King Solomon’s Mines

King Solomon’s Mines

Compton Bennett and Andrew Marton

USA, 1950


Review by Matt Bailey

Posted on 16 January 2005

Source Warner Bros. DVD

I fear that most of you reading this will only know the name of Allan Quatermain from the appalling film adaptation of Alan Moore’s exceedingly imaginative The League of Extraordinary Gentlemen comic book. If true, it would border on tragedy. Those readers closer to my own age will remember the film based on H. Rider Haggard’s original Victorian-era novel that launched and promptly sank the career of Sharon Stone (it took the peep-show aesthetic of Basic Instinct to raise it back from the depths). Not quite a tragedy, but damn close. People of my parents’ generation may remember a trip to the Saturday matinee to see the flashy Technicolor version of the tale released in 1950 that starred Stewart Granger (once again playing a dashing adventurer) and Deborah Kerr (once again playing a repressed but stalwart matron). As in many ways, they were far better off than we.

The greatest and most instantly striking feature of this version of the story is the beautiful location shooting in what are now the African countries of Uganda, Kenya, Tanzania, and the Republic of Congo (as well as the slightly less exotic locales of California and New Mexico). The combination of the Technicolor cinematography (for which Robert Surtees won an Oscar and a Golden Globe) with the landscapes and wildlife of Africa is often exhilarating, even to twenty-first century eyes. What a pity that the story itself is not quite up to the standards of its setting.

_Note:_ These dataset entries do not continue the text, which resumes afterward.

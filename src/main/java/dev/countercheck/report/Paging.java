package dev.countercheck.report;

import java.util.regex.Matcher;
import java.util.regex.Pattern;

/**
 * Which pages a report is written on, and which of them is being written. A project of up to
 * {@link #PER_PART} elements is one page. A larger one is a project page ({@code <name>.html}:
 * cover, verdict, contents, findings register, assumptions and cautions) and parts of
 * {@link #PER_PART} elements ({@code <name>.part-<k>.html}: the elements' sections and their
 * calculations), so that no file grows with the project beyond a few megabytes per part and the
 * project page opens at once. Links between the pages are made here ({@link #href}).
 *
 * <p>Public only because the template reads it.
 *
 * @param projectFile the project page's file name
 * @param parts       the number of part pages, 0 for a report of one page
 * @param part        the part being written, from 1; 0 for the project page (or the one page)
 */
public record Paging(String projectFile, int parts, int part) {

    /**
     * The most elements on one part page. An element's section and calculations take 100 to 250 kB
     * of HTML, so that a part stays under about 10 MB.
     */
    static final int PER_PART = 30;

    /** An anchor on an element's part page: the element, its checks and steps, their traces and calculations. */
    private static final Pattern ELEMENT_ANCHOR = Pattern.compile("(?:trace-|calc-)?e(\\d+)(?:-.*)?");

    /** A report on one page, whatever its size (the page the PDF is laid out from). */
    static final Paging ONE_PAGE = new Paging("", 0, 0);

    /** The paging of a report of {@code elements} elements whose project page is {@code projectFile}. */
    static Paging of(String projectFile, int elements) {
        return new Paging(projectFile, elements <= PER_PART ? 0 : (elements + PER_PART - 1) / PER_PART, 0);
    }

    /** The same report, writing part {@code k} (from 1). */
    Paging atPart(int k) {
        return new Paging(projectFile, parts, k);
    }

    public int perPart() {
        return PER_PART;
    }

    /** Whether the page shows the cover, contents, register, assumptions and cautions. */
    public boolean projectPage() {
        return part == 0;
    }

    /** Whether the page shows elements and their calculations. */
    public boolean elementPage() {
        return parts == 0 || part > 0;
    }

    /** The file name of part {@code k} (from 1). */
    public String partFile(int k) {
        String base = projectFile.endsWith(".html") ? projectFile.substring(0, projectFile.length() - 5) : projectFile;
        return base + ".part-" + k + ".html";
    }

    /** The link to {@code anchor} from the page being written: within the page, or to the page that holds it. */
    public String href(String anchor) {
        if (parts == 0) {
            return "#" + anchor;
        }
        int target = pageOf(anchor);
        if (target == part) {
            return "#" + anchor;
        }
        return (target == 0 ? projectFile : partFile(target)) + "#" + anchor;
    }

    /** The page that holds {@code anchor}: 0 for the project page, else its part. */
    private static int pageOf(String anchor) {
        if (anchor.equals("elements") || anchor.equals("calculations")) {
            return 1;
        }
        Matcher element = ELEMENT_ANCHOR.matcher(anchor);
        return element.matches() ? (Integer.parseInt(element.group(1)) - 1) / PER_PART + 1 : 0;
    }
}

Elizabeth Curtis (Kerr) hires Quatermain (Granger) to find her husband who, presumably, has gone missing on a journey to find the fabled diamond mines of King Solomon. Quatermain agrees, for a generous fee, but Curtis demands to accompany him. Quatermain informs her that women have no place on a safari, but Curtis insists. The safari starts, and every bad thing that Quatermain said would happen to Curtis happens. Snakes abound and animals stampede, tribal conflicts arise and caves collapse, but our leads survive to the bitter (and rather silly) end.

Though the plot is lousy with the literary conventions of Haggard’s day, the tribal people of Africa are treated with surprising respect. Though it is true that I think I saw more than one man with a bone through his nose, the indigenous people are depicted as being of intelligent cultures with deeply rooted traditions and a perfectly reasonable suspicion of the white man. The film might be more thoughtful in this regard than Haggard’s book, but the film remains creaky from the genre conventions of the 1950s imposed upon it. It is pleasant to look at, but it no longer passes for action and adventure these days.